A Venafro per esempio la Rsa, inaugurata a luglio del 2019 e poi rimasta inattiva, è stata utilizzata solo nel periodo peggiore dell’emergenza Covid per ricoverare gli anziani positivi in arrivo dalle case di riposo. E poi di nuovo è tornata inattiva. Quando non ha ottenuto alcuna risposta alle diffide che puntavano a uscire da questa inerzia, il primo cittadino ha proposto ricorso alla giustizia amministrativa contro il silenzio di via Petrella. A marzo 2023 l’Asrem ha risposto.

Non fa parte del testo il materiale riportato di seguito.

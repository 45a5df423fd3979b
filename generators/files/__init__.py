"""Networks, graphs and datasets as files; the format is chosen by the file's ending.

A format is one file here with a function that parses a text and one that gives a text. It comes into
use by one line in the tables below.
"""

from __future__ import annotations

import gzip
import os
import zlib
from collections.abc import Callable, Iterable, Mapping, Sequence
from typing import TypeVar

from generators.dataset import Dataset
from generators.errors import InputError
from generators.files.atomic import atomic_write
from generators.files.bif import bif_text, parse_bif
from generators.files.data_files import data_text, parse_data
from generators.files.dot import dot_text, parse_dot
from generators.files.graph_csv import graph_csv_text, parse_graph_csv
from generators.files.graphml import graphml_text, parse_graphml
from generators.files.network_json import network_json_text, parse_network_json
from generators.files.text import read_bytes, read_text
from generators.graph import Graph
from generators.network import Network

__all__ = [
    "read_data",
    "read_data_with_notes",
    "read_graph",
    "read_network",
    "read_network_with_notes",
    "write_data",
    "write_graph",
    "write_network",
]

FilePath = str | os.PathLike[str]
Notes = tuple[str, ...]
NetworkFormat = tuple[Callable[[str, str], tuple[Network, Notes]], Callable[[Network], str]]
GraphFormat = tuple[Callable[[str, str], Graph], Callable[[Graph], str]]
Packing = tuple[Callable[[bytes], bytes], Callable[[bytes], bytes]]

NETWORK_FORMATS: dict[str, NetworkFormat] = {
    ".bif": (parse_bif, bif_text),
    ".json": (parse_network_json, network_json_text),
}
GRAPH_FORMATS: dict[str, GraphFormat] = {
    ".csv": (parse_graph_csv, graph_csv_text),
    ".graphml": (parse_graphml, graphml_text),
    ".dot": (parse_dot, dot_text),
}
DATA_FORMATS: dict[str, Packing] = {
    ".csv": (bytes, bytes),
    # Level 6 is gzip's own default; no time stamp, so equal data make equal files.
    ".csv.gz": (gzip.decompress, lambda content: gzip.compress(content, compresslevel=6, mtime=0)),
}

Value = TypeVar("Value")


def _ending(path: FilePath, accepted: Iterable[str], what: str) -> str:
    name = os.path.basename(os.fspath(path)).lower()
    for ending in sorted(accepted, key=len, reverse=True):
        if name.endswith(ending):
            return ending
    raise InputError(f"{os.fspath(path)}: {what} must end in one of {', '.join(accepted)}.")


def _text(path: FilePath, give: Callable[[Value], str], value: Value) -> str:
    try:
        return give(value)
    except InputError as error:
        raise InputError(*(f"{os.fspath(path)}: {fault}" for fault in error.faults)) from None


def read_network(path: FilePath) -> Network:
    """Read a network from a BIF or JSON file, by its ending (``.bif``, ``.json``).

    Raises
    ------
    InputError
        If the file cannot be read, with its line and column or the place in its JSON.

    Examples
    --------
    >>> import pathlib, tempfile
    >>> from generators.catalogue import published_network
    >>> with tempfile.TemporaryDirectory() as folder:
    ...     path = pathlib.Path(folder, "sprinkler.bif")
    ...     write_network(published_network("sprinkler"), path)
    ...     read_network(path).names
    ('cloudy', 'sprinkler', 'rain', 'wet_grass')
    """
    return read_network_with_notes(path)[0]


def read_network_with_notes(path: FilePath) -> tuple[Network, Notes]:
    """Read a network, and what was put right in it: tables whose rows were renormalised.

    Raises
    ------
    InputError
        As `read_network`.
    """
    parse, _ = NETWORK_FORMATS[_ending(path, NETWORK_FORMATS, "a network file")]
    return parse(read_text(path), os.fspath(path))


def write_network(network: Network, path: FilePath) -> None:
    """Write a network as BIF or JSON, by the path's ending; reading it gives the same to the bit.

    Raises
    ------
    InputError
        If the ending is unknown, the path cannot be written, or the format cannot hold a name.
    """
    _, give = NETWORK_FORMATS[_ending(path, NETWORK_FORMATS, "a network file")]
    atomic_write(path, _text(path, give, network))


def read_graph(path: FilePath) -> Graph:
    """Read a graph from a CSV, GraphML or DOT file, or the graph of a network file, by its ending.

    In a CSV file the variables come in the order of their first appearance; the other formats keep
    the order that was written.

    Raises
    ------
    InputError
        If the file cannot be read, with its line where there is one.

    Examples
    --------
    >>> import pathlib, tempfile
    >>> with tempfile.TemporaryDirectory() as folder:
    ...     path = pathlib.Path(folder, "learned.dot")
    ...     write_graph(Graph.from_edges("abc", [("a", "b")], [("b", "c")]), path)
    ...     read_graph(path)
    Graph(3 variables: a -> b, b - c)
    """
    ending = _ending(path, [*GRAPH_FORMATS, *NETWORK_FORMATS], "a graph file")
    if ending in NETWORK_FORMATS:
        return read_network(path).graph
    parse, _ = GRAPH_FORMATS[ending]
    return parse(read_text(path), os.fspath(path))


def write_graph(graph: Graph, path: FilePath) -> None:
    """Write a graph as CSV, GraphML or DOT, by the path's ending.

    Raises
    ------
    InputError
        If the ending is unknown, the path cannot be written, or the format cannot hold a name.
    """
    _, give = GRAPH_FORMATS[_ending(path, GRAPH_FORMATS, "a graph file")]
    atomic_write(path, _text(path, give, graph))


def read_data(path: FilePath, states: Mapping[str, Sequence[str]] | None = None) -> Dataset:
    r"""Read a dataset from a CSV file, plain or packed (``.csv``, ``.csv.gz``).

    Parameters
    ----------
    path : str or path
    states : mapping of str to sequence of str, optional
        The declared states of some or all columns. Other columns have the states that they show, in
        numeric order if all are numbers, else in the order of their text.

    Raises
    ------
    InputError
        If the file cannot be read, with its line where there is one.

    Examples
    --------
    >>> import pathlib, tempfile
    >>> with tempfile.TemporaryDirectory() as folder:
    ...     path = pathlib.Path(folder, "days.csv")
    ...     _ = path.write_text("rain,wet\nno,no\nyes,\n")
    ...     read_data(path, {"wet": ["no", "yes"]})
    Dataset(2 rows of 2 variables)
    """
    return read_data_with_notes(path, states)[0]


def read_data_with_notes(
    path: FilePath, states: Mapping[str, Sequence[str]] | None = None
) -> tuple[Dataset, Notes]:
    """Read a dataset, and what in it looks doubtful: identifiers, measured quantities, stray spaces.

    Raises
    ------
    InputError
        As `read_data`.
    """
    unpack, _ = DATA_FORMATS[_ending(path, DATA_FORMATS, "a data file")]
    try:
        content = unpack(read_bytes(path))
    except (gzip.BadGzipFile, EOFError, zlib.error) as error:
        raise InputError(f"{os.fspath(path)}: not a whole gzip file ({error}).") from None
    return parse_data(content, os.fspath(path), states)


def write_data(dataset: Dataset, path: FilePath) -> None:
    """Write a dataset as CSV, plain or packed by the path's ending; missing cells are empty.

    Raises
    ------
    InputError
        If the ending is unknown, the path cannot be written, or a name or state is empty.
    """
    _, pack = DATA_FORMATS[_ending(path, DATA_FORMATS, "a data file")]
    text = _text(path, data_text, dataset)
    try:
        content = text.encode()
    except UnicodeEncodeError as error:
        raise InputError(
            f"{os.fspath(path)}: UTF-8 cannot hold the character {text[error.start]!r}."
        ) from None
    atomic_write(path, pack(content))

Allora a reggere le sorti era rimasta la direttrice sanitaria Gollo dopo il mancato rinnovo dell’incarico all’ex dg Florenzano. Un riscontro amaro per le richieste della comunità venafrana formalizzate dal Municipio. In sintesi: finora non abbiamo potuto attivare quei servizi a causa dell’emergenza Covid. E poi il quadro è cambiato, quindi cambia anche l’organizzazione dei servizi.
Peccato, ha rilevato il Tar nella sentenza depositata in questi giorni, che il Covid fosse ormai acqua passata e che il quadro normativo sia rimasto in realtà lo stesso. Anche il programma operativo 2019-2022, elaborato da Giustini e adottato dal governatore Toma nel frattempo diventato commissario, conferma i servizi previsti già nel 2018 a Venafro. E così gli strumenti di programmazione che si sono succeduti fino all’ultimo programma varato dagli attuali commissari Bonamico e Di Giacomo. Perfino il Pnrr Salute del Molise suggella la configurazione dell’ex ospedale.
Per questo i giudici di via San Giovanni hanno accolto il ricorso del Comune di Venafro curato dall’avvocato Stefano Scarano e stabilito che l’azienda di via Petrella riveda la propria posizione. «Dovrà nuovamente esprimersi sull’istanza del Comune di Venafro, basando stavolta le proprie valutazioni su un’istruttoria effettiva, aperta anche al coinvolgimento delle altre Amministrazioni di settore (Regione, Commissario ad acta), per poi addivenire, all’esito, al riscontro della nota del Comune motivando con puntualità le proprie decisioni, nella doverosa prospettiva del superamento degli ostacoli fin qui passivamente registrati», così in un passaggio del verdetto.
«Una sentenza molto importante perché conferma che il percorso che abbiamo intrapreso è giusto – rivendica a Primo Piano il sindaco Ricci. – In tanti si sono stancati di questa battaglia, noi no. Anzi, la rilanciamo anche sulla base di un rapporto di grande collaborazione con la nuova governance dell’Asrem, col direttore Di Santo, e con la struttura commissariale. Una collaborazione che sta dando i suoi frutti, partire dalla radiologia riattivata tutti i giorni».
Ricci quindi alza l’asticella degli obiettivi. «Intanto ottenere l’attivazione dei servizi previsti fin dall’atto aziendale del 2018 e poi ottenere il punto di primo intervento. All’Asrem e ai commissari, con cui pure c’è un dialogo aperto e proficuo, ho anche proposto di valutare la possibilità di realizzare un hospice a Venafro».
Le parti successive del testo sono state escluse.